**Your instructions**
Please retype the records that appear below, exactly and in full.

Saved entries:
* * *
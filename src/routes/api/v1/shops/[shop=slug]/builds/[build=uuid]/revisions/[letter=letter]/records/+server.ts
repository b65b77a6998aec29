import { json } from '@sveltejs/kit';
import { recordInputSchema } from '$lib/schemas/record';
import { endpoint, readBody } from '$lib/server/api';
import { guard } from '$lib/server/guard';
import { addRecord, listRecords } from '$lib/server/records';
import type { RequestEvent } from './$types';

export const GET = endpoint(async (event: RequestEvent) => {
	const actor = await guard(event, 'revision.read', event.params);
	return json(await listRecords(actor, event.params.build, event.params.letter));
});

export const POST = endpoint(async (event: RequestEvent) => {
	const actor = await guard(event, 'record.add', event.params);
	const input = await readBody(event, recordInputSchema);
	const { record, created } = await addRecord(actor, event.params.build, event.params.letter, input);
	return json(record, { status: created ? 201 : 200 });
});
* * *
**Response area**
filename src/routes/api/v1/shops/[shop=slug]/builds/[build=uuid]/revisions/[letter=letter]/records/+server.ts
repository b65b77a6998aec29
import { json } from '@sveltejs/kit';
import { recordInputSchema } from '$lib/schemas/record';
import { endpoint, readBody } from '$lib/server/api';
import { guard } from '$lib/server/guard';
import { addRecord, listRecords } from '$lib/server/records';
import type { RequestEvent } from './$types';

export const GET = endpoint(async (event: RequestEvent) => {
	const actor = await guard(event, 'revision.read', event.params);
	return json(await listRecords(actor, event.params.build, event.params.letter));
});

export const POST = endpoint(async (event: RequestEvent) => {
	const actor = await guard(event, 'record.add', event.params);
	const input = await readBody(event, recordInputSchema);
	const { record, created } = await addRecord(actor, event.params.build, event.params.letter, input);
	return json(record, { status: created ? 201 : 200 });
});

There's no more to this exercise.